そしてその隣で、腕を組んで首をひねっていたケントが、
「あ、思い出した。その名前、天月の『双子星中学』にいるヤツの名前ですよ」
「やっぱり、いやがったか……」
ラララの言動から、こっちでの年齢は相当若そうだと思ってたが、ビンゴだ。
「女子なのに男子の制服を着て、学校中の女子から王子様扱いされてて、ついたあだ名が『田中の王子様』だったかな、確か。幼馴染の佐藤ってヤツといつも一緒とか」
「……『田中の王子様』とか」
またヒッデェネーミングもあったモンだ……。
「『絶界コロシアム』で会ったんだよ。
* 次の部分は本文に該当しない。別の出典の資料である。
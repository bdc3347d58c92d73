//! # twofold-study
//!
//! A two-level factorial study without a window: everything the desktop app and the headless
//! commands share. The mathematics lives in `twofold_core`; this crate owns files, the project and
//! its history, and the one analysis of a response that every front end renders. It cannot see
//! egui, eframe, rfd or winit, so the compiler keeps the layering.
//!
//! - `project`: plain data plus the edits that change it (undoable), validation, persistence,
//!   recovery and recent files.
//! - `report`: the one analysis report of a response (built by `Report::build`, cached per data
//!   revision), rendered by the window, the summary page and `twofold analyze` (text and JSON).
//! - `export`: the one-page summary and the printable run sheet (SVG, PNG, PDF).
//! - `interchange`: CSV, clipboard text and the spreadsheet formula guard.
//! - `files`: the one atomic file writer.
//! - `jobs`: work on a background thread with progress, cancel and panics caught.
//! - `numbers`: one rule for writing numbers and choosing axis ticks.
//! - `planning`: power and the smallest detectable effect of a design before the first run.

pub mod export;
pub mod files;
pub mod interchange;
pub mod jobs;
pub mod numbers;
pub mod planning;
pub mod project;
pub mod report;
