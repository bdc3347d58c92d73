//! Numbers for people: one rule for writing a number and one for choosing axis ticks, shared by
//! the window, the summary page and the commands so all three print a value the same way.

/// Round tick values covering `[lo, hi]`, about `target` of them (1, 2, 2.5 or 5 times a power
/// of ten apart; a common plotting heuristic, no source).
pub fn nice_ticks(lo: f64, hi: f64, target: usize) -> Vec<f64> {
    if !(lo.is_finite() && hi.is_finite()) || hi <= lo || target == 0 {
        return Vec::new();
    }
    let raw = (hi - lo) / target as f64;
    let mag = 10f64.powf(raw.log10().floor());
    let step = [1.0, 2.0, 2.5, 5.0, 10.0]
        .iter()
        .map(|m| m * mag)
        .find(|s| *s >= raw)
        .unwrap_or(10.0 * mag);
    let first = (lo / step).ceil() as i64;
    let last = (hi / step).floor() as i64;
    (first..=last).map(|i| i as f64 * step).collect()
}

/// A tick label with as few decimals as the step needs.
pub fn tick_label(v: f64, step: f64) -> String {
    // As many decimals as the step needs to be written exactly (2.5 needs one, 0.25 two).
    let decimals = (0..7)
        .find(|&d| {
            let scaled = step * 10f64.powi(d);
            (scaled - scaled.round()).abs() < 1e-6 * scaled.abs().max(1.0)
        })
        .unwrap_or(6) as usize;
    let s = format!("{v:.decimals$}");
    if s.starts_with('-') && s.trim_start_matches(['-', '0', '.']).is_empty() {
        // "-0.0" reads as a bug to a reader.
        s.trim_start_matches('-').to_string()
    } else {
        s.replacen('-', "\u{2212}", 1)
    }
}

/// A number for display: up to `sig` significant digits, no exponent for everyday magnitudes.
pub fn fmt_num(v: f64, sig: usize) -> String {
    if !v.is_finite() {
        return "—".into();
    }
    if v == 0.0 {
        return "0".into();
    }
    let mag = v.abs().log10().floor() as i32;
    if !(-4..=7).contains(&mag) {
        return format!("{v:.*e}", sig.saturating_sub(1));
    }
    let decimals = (sig as i32 - 1 - mag).max(0) as usize;
    let s = format!("{v:.decimals$}");
    let s = if s.contains('.') {
        s.trim_end_matches('0').trim_end_matches('.').to_string()
    } else {
        s
    };
    s.replacen('-', "\u{2212}", 1)
}

#[cfg(test)]
mod tests {
    use super::*;

    #[test]
    fn ticks_are_round_and_inside_the_range() {
        assert_eq!(
            nice_ticks(0.0, 10.0, 5),
            vec![0.0, 2.0, 4.0, 6.0, 8.0, 10.0]
        );
        let t = nice_ticks(-0.37, 1.21, 5);
        assert!(t.iter().all(|v| (-0.37..=1.21).contains(v)));
        // Range 1.58 over 5 ticks is 0.316 a step, rounded up to 0.5.
        assert_eq!(t, vec![0.0, 0.5, 1.0]);
        assert!(nice_ticks(1.0, 1.0, 5).is_empty());
        assert!(nice_ticks(f64::NAN, 1.0, 5).is_empty());
    }

    #[test]
    fn numbers_print_without_noise() {
        assert_eq!(fmt_num(12.3456, 4), "12.35");
        assert_eq!(fmt_num(-0.5, 3), "\u{2212}0.5");
        assert_eq!(fmt_num(2000.0, 3), "2000");
        assert_eq!(fmt_num(0.0, 3), "0");
        assert_eq!(fmt_num(f64::NAN, 3), "—");
        assert_eq!(tick_label(-0.0, 0.5), "0.0");
        assert_eq!(tick_label(-2.0, 1.0), "\u{2212}2");
        assert_eq!(tick_label(2.5, 2.5), "2.5");
        assert_eq!(tick_label(0.75, 0.25), "0.75");
        assert_eq!(tick_label(20.0, 5.0), "20");
    }
}
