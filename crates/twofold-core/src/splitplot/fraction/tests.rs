use super::*;
use crate::alias::word_length_pattern;
use crate::splitplot::{Stratum, stratum_of, whole_plots_of};
use crate::test_support::all_subsets;
use std::time::Duration;

fn budget() -> SearchBudget {
    SearchBudget::new(Duration::from_secs(30))
}

/// Whether `design` is a split plot with the factors `hard` in `w` whole plots: its runs have
/// `w` distinct settings of `hard`, and every other factor changes inside the whole plots. Read
/// from the runs themselves, not from the column structure the search uses.
fn is_split_plot(design: &FractionalDesign, hard: &[usize], w: usize) -> bool {
    let rows = design.coded_runs();
    let wp = whole_plots_of(&rows, hard);
    let plots = wp.iter().copied().max().map_or(0, |m| m + 1);
    plots == w
        && (0..design.factor_count())
            .filter(|f| !hard.contains(f))
            .all(|f| stratum_of(Term::main(f), &rows, &wp) == Stratum::Subplot)
}

/// The smallest word-length pattern of every regular fraction of `k` factors in 2^q runs that is
/// a split plot for some set of `k1` hard-to-change factors in `w` whole plots: every choice of
/// generator columns, every choice of the hard-to-change factors, checked on the runs.
fn listed_minimum(k: usize, q: usize, k1: usize, w: usize) -> Option<Vec<usize>> {
    let columns: Vec<u32> = (1u32..1 << q).filter(|m| m.count_ones() >= 2).collect();
    let mut best: Option<Vec<usize>> = None;
    all_subsets(columns.len(), k - q, |idx| {
        let generators = idx
            .iter()
            .enumerate()
            .map(|(j, &i)| Generator {
                factor: q + j,
                word: SignedTerm::plus(Term::from_bits(columns[i])),
            })
            .collect();
        let Ok(design) = FractionalDesign::with_generators(k, generators) else {
            return;
        };
        let a = word_length_pattern(&design);
        if best.as_ref().is_some_and(|b| a >= *b) {
            return;
        }
        let mut any = false;
        all_subsets(k, k1, |hard| any = any || is_split_plot(&design, hard, w));
        if any {
            best = Some(a);
        }
    });
    best
}

#[test]
fn search_agrees_with_listing_every_fraction_and_every_choice_of_hard_factors() {
    // Two routes to the same minimum: the structured search, and every regular fraction with
    // every set of hard-to-change factors checked on its runs (common practice, no source).
    for (k, q) in [
        (4usize, 3usize),
        (5, 3),
        (5, 4),
        (6, 4),
        (7, 4),
        (6, 5),
        (8, 5),
    ] {
        for k1 in 1..k {
            for w in whole_plot_choices(k1, k - k1, 1 << q) {
                let hard: Vec<usize> = (0..k1).collect();
                let found = split_plot_fraction(k, &hard, 1 << q, Some(w), &budget())
                    .unwrap_or_else(|e| panic!("k={k} q={q} k1={k1} w={w}: {e}"));
                let listed = listed_minimum(k, q, k1, w);
                assert_eq!(
                    Some(found.word_length_pattern.clone()),
                    listed,
                    "k={k} runs={} hard={k1} whole plots={w}",
                    1 << q
                );
                assert!(found.proven_minimum_aberration);
                assert!(is_split_plot(&found.design, &hard, w), "structure");
                assert_eq!(
                    word_length_pattern(&found.design),
                    found.word_length_pattern
                );
            }
        }
    }
}

#[test]
fn hard_factors_anywhere_in_the_list_keep_their_whole_plots() {
    // C and E hard to change in a 2^(6−2): four whole plots of four runs.
    let out = split_plot_fraction(6, &[2, 4], 16, None, &budget()).unwrap();
    assert_eq!(out.whole_plots, 4);
    assert!(is_split_plot(&out.design, &[2, 4], 4));
    // The unrestricted minimum-aberration 2^(6−2) has pattern (0, 3): resolution IV; keeping
    // C and E in four whole plots costs nothing here (by the listing test's route).
    assert_eq!(
        out.word_length_pattern,
        listed_minimum(6, 4, 2, 4).unwrap_or_default()
    );
}

#[test]
fn fewer_whole_plots_can_cost_resolution() {
    // 2^(4−1) with A, B, C hard to change. The minimum-aberration fraction I = ABCD has eight
    // distinct settings of A, B, C — a whole plot per run, no split plot at all. With four whole
    // plots the only split plots set C = ±AB: I = ABC, resolution III (worked here by hand:
    // three hard factors in a two-dimensional whole-plot space need a word among them).
    assert_eq!(whole_plot_choices(3, 1, 8), vec![4]);
    let out = split_plot_fraction(4, &[0, 1, 2], 8, None, &budget()).unwrap();
    assert_eq!(out.whole_plots, 4);
    assert_eq!(out.word_length_pattern, vec![1, 0]);
}

#[test]
fn impossible_requests_say_what_is_possible() {
    // One hard factor cannot make four whole plots; every factor hard is no split plot.
    let e = split_plot_fraction(5, &[0], 16, Some(4), &budget());
    match e {
        Err(SplitPlotFractionError::WholePlots { possible, .. }) => assert_eq!(possible, "2"),
        other => panic!("{other:?}"),
    }
    assert_eq!(
        split_plot_fraction(3, &[0, 1, 2], 4, None, &budget()),
        Err(SplitPlotFractionError::Strata)
    );
}

#[test]
fn an_exhausted_budget_is_reported_as_unproven() {
    let out = split_plot_fraction(
        20,
        &[0, 1, 2],
        64,
        Some(8),
        &SearchBudget::new(Duration::from_millis(1)),
    )
    .unwrap();
    assert!(!out.proven_minimum_aberration);
    assert!(is_split_plot(&out.design, &[0, 1, 2], 8));
}
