import { requireRole } from '$lib/server/auth/guards';
import { exportCatalogCsv } from '$lib/server/services/catalog-csv-export';
import type { RequestHandler } from './$types';

/**
 * The whole catalog as CSV in the import layout, streamed batch by batch. Cells that a
 * spreadsheet would run as formulas are prefixed with a single quote.
 */
export const GET: RequestHandler = () => {
	requireRole('editor');
	const day = new Date().toISOString().slice(0, 10);
	return new Response(exportCatalogCsv(), {
		headers: {
			'content-type': 'text/csv; charset=utf-8',
			'content-disposition': `attachment; filename="slotwise-parts-${day}.csv"`,
			'cache-control': 'no-store'
		}
	});
};
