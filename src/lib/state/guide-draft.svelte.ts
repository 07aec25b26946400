import { getContext, setContext } from 'svelte';
import { applyOp, moveSlot } from '$lib/schemas/guide-editor-form';
import type { EditorDraft } from '$lib/schemas/guide-editor-form';
import type { Issues } from '$lib/schemas/issues';
import type { EditorCatalog } from '$lib/views';

/**
 * The guide editor's working copy, shared by its section components through context.
 * Operations are the same pure functions the no-JS ?/edit action applies.
 */
export class GuideDraftState {
	draft = $state() as EditorDraft;
	issues = $state<Issues>({});
	readonly catalog: EditorCatalog;

	constructor(initial: EditorDraft, catalog: EditorCatalog, issues: Issues = {}) {
		this.draft = initial;
		this.catalog = catalog;
		this.issues = issues;
	}

	apply(op: string) {
		this.draft = applyOp(this.draft, op);
	}

	move(from: number, to: number) {
		this.draft = moveSlot(this.draft, from, to);
	}

	issuesFor(path: string): string[] {
		return this.issues[path] ?? [];
	}

	partsOf(category: string) {
		return this.catalog.parts.filter((p) => p.category === category);
	}

	partName(id: string | number): string {
		const part = this.catalog.parts.find((p) => String(p.id) === String(id));
		return part ? `${part.brand} ${part.model}` : '';
	}
}

const KEY = Symbol('guide-draft');
export function setGuideDraft(state: GuideDraftState): GuideDraftState {
	return setContext(KEY, state);
}
export function getGuideDraft(): GuideDraftState {
	return getContext<GuideDraftState>(KEY);
}
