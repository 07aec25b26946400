import { getContext, setContext } from 'svelte';
import { SvelteMap } from 'svelte/reactivity';
import { applyOp, moveSlot } from '$lib/schemas/guide-editor-form';
import type { EditorDraft } from '$lib/schemas/guide-editor-form';
import type { Issues } from '$lib/schemas/issues';
import type { EditorCatalog } from '$lib/views';

/**
 * The guide editor's working copy, shared by its section components through context.
 * Operations are the same pure functions the no-JS ?/edit action applies.
 */
export class GuideDraftState {
	draft = $state() as EditorDraft;
	issues = $state<Issues>({});
	readonly catalog: EditorCatalog;
	/** Names of the parts this page has met (id → "Brand Model"): never the whole catalog. */
	readonly #names = new SvelteMap<string, string>();

	constructor(initial: EditorDraft, catalog: EditorCatalog, issues: Issues = {}) {
		this.draft = initial;
		this.catalog = catalog;
		this.issues = issues;
		this.remember(catalog.parts);
	}

	apply(op: string) {
		this.draft = applyOp(this.draft, op);
	}

	move(from: number, to: number) {
		this.draft = moveSlot(this.draft, from, to);
	}

	issuesFor(path: string): string[] {
		return this.issues[path] ?? [];
	}

	/** Parts the page learnt of: picked from a search, or named by an action's answer. */
	remember(parts: readonly { id: number; brand: string; model: string }[]) {
		for (const p of parts) this.#names.set(String(p.id), `${p.brand} ${p.model}`);
	}

	partName(id: string | number): string {
		return this.#names.get(String(id)) ?? '';
	}
}

const KEY = Symbol('guide-draft');
export function setGuideDraft(state: GuideDraftState): GuideDraftState {
	return setContext(KEY, state);
}
export function getGuideDraft(): GuideDraftState {
	return getContext<GuideDraftState>(KEY);
}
ラララと、佐藤の方はタイジュだ」
「マジかァ~! ラララとタイジュいるのかぁ~! そっかぁ~!」
そこで、タマキのテンションが一気に上がる。
あ、これは――、
「よぉ~し、キリオ、明日『双子星中学』に殴りこみに行こうぜ!」
「合点承知であります、タマキの姉貴殿!」
「…………」
「…………」
明らかな迷惑行為を画策して盛り上がるバカ二人を、保護者二人が笑って眺める。
「あの、君ら、止めんの?」
俺がそう尋ねると、
「タマちゃんが楽しそうなら、俺が言うことは何もないです」
「キリオ様が楽しそうなら、私が言うことは何もないです」
「いや、せめてマリエは止める側に回れよ、おまえは警察官だろうがよぉ~!?」
菅谷真理恵、あばたもえくぼか、菅谷真理恵ッ!
「どうすんの、アキラ……」
「俺もついてくわ。……でも、ミフユも来てくれると嬉しいなぁ、って」
「はいはい。仕方がないわねぇ~」
ここでミフユが仕方なさげに言ってくれるのが、本当に嬉しかったワケでして。
そして翌日――、俺は高熱でダウンしてしまうのだった。